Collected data

====================

"""Packet manifests: what each packet printed, and what changed since the last one.

A manifest is plain JSON::

    {"format": "buildsheet-manifest/1", "spec_hash": "...", "revision": 3,
     "built_at": "2024-05-01T12:00:00+00:00",
     "elements": {"K03-40m": {"hash": "...", "predicted_leg_m": 10.02,
                              "design_frequency_hz": 7.1e6, "cut_leg_m": 10.32,
                              "files": ["sheets/K03-40m.pdf"]}},
     "files": {"sheets/K03-40m.pdf": "<sha256>"}}

``diff_manifests`` is pure; ``read_manifest`` / ``write_manifest`` do the file work (atomic
writes: a temporary file in the same folder, then ``os.replace``). Lengths in metres, Hz.
"""

from __future__ import annotations

import hashlib
import json
import math
from collections.abc import Mapping
from dataclasses import dataclass, field
from pathlib import Path
from typing import Any

from buildsheet.errors import BuildError
from buildsheet.store.files import write_atomic

MANIFEST_FORMAT = "buildsheet-manifest/1"
#: Default re-check tolerance: fractional move of an element's predicted resonance (0.3 %).
RECHECK_TOLERANCE = 0.003


@dataclass(frozen=True)
class ManifestElement:
    """What a packet printed for one element: a hash of all of it and the key numbers."""

    hash: str
    predicted_leg_m: float
    design_frequency_hz: float
    cut_leg_m: float | None = None
    files: tuple[str, ...] = ()


@dataclass(frozen=True)
class Manifest:
    """One packet: spec hash, revision number, build time (ISO 8601), elements, file hashes."""

    spec_hash: str
    revision: int
    built_at: str
    elements: Mapping[str, ManifestElement]
    files: Mapping[str, str] = field(default_factory=dict)
    format: str = MANIFEST_FORMAT
    spec: str = ""  # the spec's file name, for people reading the manifest
    notes: tuple[str, ...] = ()  # what this packet wrote (e.g. a changed-only build), plain text
    items: Mapping[str, str] = field(default_factory=dict)  # printable item -> content hash
    reprinted: Mapping[str, Any] = field(default_factory=dict)  # kit_sheets, labels, day_pages
    store: str = ""  # the record store, relative to the packet folder where possible


@dataclass(frozen=True)
class Recheck:
    """An element whose predicted resonance moved by more than the tolerance.

    ``fraction``: (f_new - f_old) / f_old for the wire already cut, where f_new = f_design_new *
    L_new / L_old by the proportional rule f*L = const (REFERENCES 11, common practice).
    ``shift_hz``: f_new - f_old (negative: the existing wire now dips lower).
    """

    element_id: str
    old_predicted_leg_m: float
    new_predicted_leg_m: float
    fraction: float
    shift_hz: float


@dataclass(frozen=True)
class ManifestDiff:
    """Element IDs sorted in each class; ``recheck`` lists the analyzer re-checks."""

    new: tuple[str, ...]
    changed: tuple[str, ...]
    unchanged: tuple[str, ...]
    archived: tuple[str, ...]
    recheck: tuple[Recheck, ...]

    @property
    def to_print(self) -> tuple[str, ...]:
        """Elements whose sheets and labels must be (re)printed: new and changed."""
        return tuple(sorted(self.new + self.changed))


# --------------------------------------------------------------------------- pure


def content_hash(payload: Any) -> str:
    """SHA-256 (hex) of a JSON-able payload in canonical form (sorted keys, no spaces).

    Floats are written with repr, so any change of a printed number changes the hash.
    """
    text = json.dumps(payload, sort_keys=True, separators=(",", ":"), ensure_ascii=False,
                      allow_nan=False)
    return hashlib.sha256(text.encode("utf-8")).hexdigest()


def resonance_shift(old: ManifestElement, new: ManifestElement) -> tuple[float, float]:
    """(fraction, shift_hz) by which the already-cut wire's predicted resonance moves.

    The wire was cut for ``old``: it resonates at f_old = old.design_frequency_hz by the old
    model. The new model puts a leg of L_new at f_design_new, so the same wire (L_old) now
    resonates at f_design_new * L_new / L_old (f*L constant, proportional rule, common practice).
    """
    f_old = old.design_frequency_hz
    f_new = new.design_frequency_hz * new.predicted_leg_m / old.predicted_leg_m
    return (f_new - f_old) / f_old, f_new - f_old


def diff_manifests(old: Manifest | None, new: Manifest,
                   tolerance: float = RECHECK_TOLERANCE) -> ManifestDiff:
    """Classify the new manifest's elements against the old one (``None``: all new).

    new: not in old; archived: in old only; changed / unchanged: by the element hash. Every
    element in both whose predicted resonance moves by more than ``tolerance`` (fraction) is a
    re-check, whether or not its hash changed.
    """
    if not (math.isfinite(tolerance) and tolerance >= 0):
        raise ValueError(f"tolerance must be a fraction >= 0, got {tolerance}")
    old_elements: Mapping[str, ManifestElement] = old.elements if old else {}
    new_ids: list[str] = []
    changed: list[str] = []
    unchanged: list[str] = []
    rechecks: list[Recheck] = []
    for eid in sorted(new.elements):
        entry = new.elements[eid]
        before = old_elements.get(eid)
        if before is None:
            new_ids.append(eid)
            continue
        (unchanged if before.hash == entry.hash else changed).append(eid)
        fraction, shift = resonance_shift(before, entry)
        if abs(fraction) > tolerance:
            rechecks.append(Recheck(eid, before.predicted_leg_m, entry.predicted_leg_m,
                                    fraction, shift))
    archived = sorted(set(old_elements) - set(new.elements))
    return ManifestDiff(tuple(new_ids), tuple(changed), tuple(unchanged), tuple(archived),
                        tuple(rechecks))


def format_diff(diff: ManifestDiff) -> str:
    """A plain-text table of the diff for the terminal (one line per element)."""
    lines = [f"{'element':<16} status"]
    shifts = {r.element_id: r for r in diff.recheck}
    for label, ids in (("new", diff.new), ("changed", diff.changed),
                       ("unchanged", diff.unchanged), ("archived", diff.archived)):
        for eid in ids:
            text = f"{eid:<16} {label}"
            if eid in shifts:
                r = shifts[eid]
                text += (f"; re-check on the analyzer: predicted resonance "
                         f"{r.shift_hz / 1e3:+.1f} kHz ({r.fraction * 100:+.2f} %)")
            lines.append(text)
    return "\n".join(lines)


def recheck_lines(diff: ManifestDiff) -> list[str]:
    """One "re-check on the analyzer" line per element whose predicted resonance moved."""
    return [f"re-check on the analyzer: {r.element_id} (the wire already cut now predicts "
            f"{r.shift_hz / 1e3:+.1f} kHz, {r.fraction * 100:+.2f} %; predicted leg "
            f"{r.old_predicted_leg_m:.3f} m -> {r.new_predicted_leg_m:.3f} m)"
            for r in diff.recheck]


def manifest_to_dict(m: Manifest) -> dict[str, Any]:
    """The JSON form of a manifest (elements and files in sorted order)."""
    return {
        "format": m.format, "spec_hash": m.spec_hash, "revision": m.revision,
        "built_at": m.built_at,
        "elements": {eid: {"hash": e.hash, "predicted_leg_m": e.predicted_leg_m,
                           "design_frequency_hz": e.design_frequency_hz,
                           "cut_leg_m": e.cut_leg_m, "files": list(e.files)}
                     for eid, e in sorted(m.elements.items())},
        "files": dict(sorted(m.files.items())),
        "spec": m.spec, "notes": list(m.notes), "store": m.store,
        "items": dict(sorted(m.items.items())),
        "reprinted": {k: list(v) for k, v in sorted(m.reprinted.items())},
    }


def _number(value: Any, where: str, positive: bool = True) -> float:
    if isinstance(value, bool) or not isinstance(value, (int, float)) or not math.isfinite(value):
        raise ValueError(f"{where} must be a number, got {value!r}")
    if positive and value <= 0:
        raise ValueError(f"{where} must be positive, got {value!r}")
    return float(value)


def manifest_from_dict(data: Any) -> Manifest:
    """Parse the JSON form; ValueError or TypeError naming the first bad field."""
    if not isinstance(data, Mapping):
        raise TypeError("a manifest is a JSON object")
    if data.get("format") != MANIFEST_FORMAT:
        raise ValueError(f"format must be {MANIFEST_FORMAT!r}, got {data.get('format')!r}")
    for key, kind in (("spec_hash", str), ("revision", int), ("built_at", str),
                      ("elements", Mapping), ("files", Mapping)):
        if not isinstance(data.get(key), kind) or isinstance(data.get(key), bool):
            raise TypeError(f"{key} is missing or has the wrong type")
    elements: dict[str, ManifestElement] = {}
    for eid, e in data["elements"].items():
        where = f"elements.{eid}"
        if not isinstance(e, Mapping) or not isinstance(e.get("hash"), str):
            raise TypeError(f"{where}.hash must be text")
        cut = e.get("cut_leg_m")
        files = e.get("files", [])
        if not isinstance(files, list) or not all(isinstance(f, str) for f in files):
            raise ValueError(f"{where}.files must be a list of file names")
        elements[eid] = ManifestElement(
            e["hash"], _number(e.get("predicted_leg_m"), f"{where}.predicted_leg_m"),
            _number(e.get("design_frequency_hz"), f"{where}.design_frequency_hz"),
            None if cut is None else _number(cut, f"{where}.cut_leg_m"), tuple(files))
    files_map = {str(k): str(v) for k, v in data["files"].items()}
    notes = data.get("notes", [])
    if not isinstance(notes, list) or not all(isinstance(n, str) for n in notes):
        raise TypeError("notes must be a list of text lines")
    items = data.get("items", {})
    if not isinstance(items, Mapping) or not all(isinstance(v, str) for v in items.values()):
        raise TypeError("items must map item names to content hashes")
    reprinted = data.get("reprinted", {})
    if not isinstance(reprinted, Mapping) or not all(
            isinstance(v, list) and all(isinstance(x, str) for x in v) for v in reprinted.values()):
        raise TypeError("reprinted must map kit_sheets, labels and day_pages to lists of names")
    store = data.get("store", "")
    if not isinstance(store, str):
        raise TypeError("store must be a path (text)")
    return Manifest(data["spec_hash"], data["revision"], data["built_at"], elements, files_map,
                    spec=str(data.get("spec", "")), notes=tuple(notes), items=dict(items),
                    reprinted={k: list(v) for k, v in reprinted.items()}, store=store)


# --------------------------------------------------------------------------- files


def file_sha256(path: str | Path) -> str:
    """SHA-256 (hex) of a file's bytes."""
    digest = hashlib.sha256()
    with open(path, "rb") as fh:
        for block in iter(lambda: fh.read(1 << 16), b""):
            digest.update(block)
    return digest.hexdigest()


def json_bytes(data: Any) -> bytes:
    """The JSON text every manifest and export is written as (UTF-8, indent 1, no NaN)."""
    return (json.dumps(data, indent=1, ensure_ascii=False, allow_nan=False) + "\n").encode()


def write_json_atomic(path: str | Path, data: Any) -> None:
    """Write JSON to ``path`` atomically (temporary file in the same folder, then replace)."""
    write_atomic(Path(path), json_bytes(data))


def write_manifest(path: str | Path, manifest: Manifest) -> None:
    """Write a manifest atomically (BuildError if the folder is not writable)."""
    try:
        write_json_atomic(path, manifest_to_dict(manifest))
    except OSError as exc:
        raise BuildError(f"{path}: cannot write the manifest ({exc.strerror or exc})") from exc


def read_manifest(path: str | Path, missing_ok: bool = True) -> Manifest | None:
    """Read a manifest; ``None`` when absent and ``missing_ok``; BuildError when unreadable."""
    path = Path(path)
    try:
        text = path.read_text(encoding="utf-8")
    except FileNotFoundError:
        if missing_ok:
            return None
        raise BuildError(f"{path}: no manifest there") from None
    except OSError as exc:
        raise BuildError(f"{path}: cannot read the manifest ({exc.strerror or exc})") from exc
    try:
        return manifest_from_dict(json.loads(text))
    except (ValueError, TypeError) as exc:
        raise BuildError(f"{path}: not a valid manifest ({exc}); delete or restore it") from exc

====================

* **WORK TO COMPLETE**: Look above for the line with "unchanged: tuple[str, ...]" and the line with "be a fraction". Retype those two lines and every line between them exactly, adding nothing.

* **EXPECTED ANSWER**:
    unchanged: tuple[str, ...]
    archived: tuple[str, ...]
    recheck: tuple[Recheck, ...]

    @property
    def to_print(self) -> tuple[str, ...]:
        """Elements whose sheets and labels must be (re)printed: new and changed."""
        return tuple(sorted(self.new + self.changed))


# --------------------------------------------------------------------------- pure


def content_hash(payload: Any) -> str:
    """SHA-256 (hex) of a JSON-able payload in canonical form (sorted keys, no spaces).

    Floats are written with repr, so any change of a printed number changes the hash.
    """
    text = json.dumps(payload, sort_keys=True, separators=(",", ":"), ensure_ascii=False,
                      allow_nan=False)
    return hashlib.sha256(text.encode("utf-8")).hexdigest()


def resonance_shift(old: ManifestElement, new: ManifestElement) -> tuple[float, float]:
    """(fraction, shift_hz) by which the already-cut wire's predicted resonance moves.

    The wire was cut for ``old``: it resonates at f_old = old.design_frequency_hz by the old
    model. The new model puts a leg of L_new at f_design_new, so the same wire (L_old) now
    resonates at f_design_new * L_new / L_old (f*L constant, proportional rule, common practice).
    """
    f_old = old.design_frequency_hz
    f_new = new.design_frequency_hz * new.predicted_leg_m / old.predicted_leg_m
    return (f_new - f_old) / f_old, f_new - f_old


def diff_manifests(old: Manifest | None, new: Manifest,
                   tolerance: float = RECHECK_TOLERANCE) -> ManifestDiff:
    """Classify the new manifest's elements against the old one (``None``: all new).

    new: not in old; archived: in old only; changed / unchanged: by the element hash. Every
    element in both whose predicted resonance moves by more than ``tolerance`` (fraction) is a
    re-check, whether or not its hash changed.
    """
    if not (math.isfinite(tolerance) and tolerance >= 0):
        raise ValueError(f"tolerance must be a fraction >= 0, got {tolerance}")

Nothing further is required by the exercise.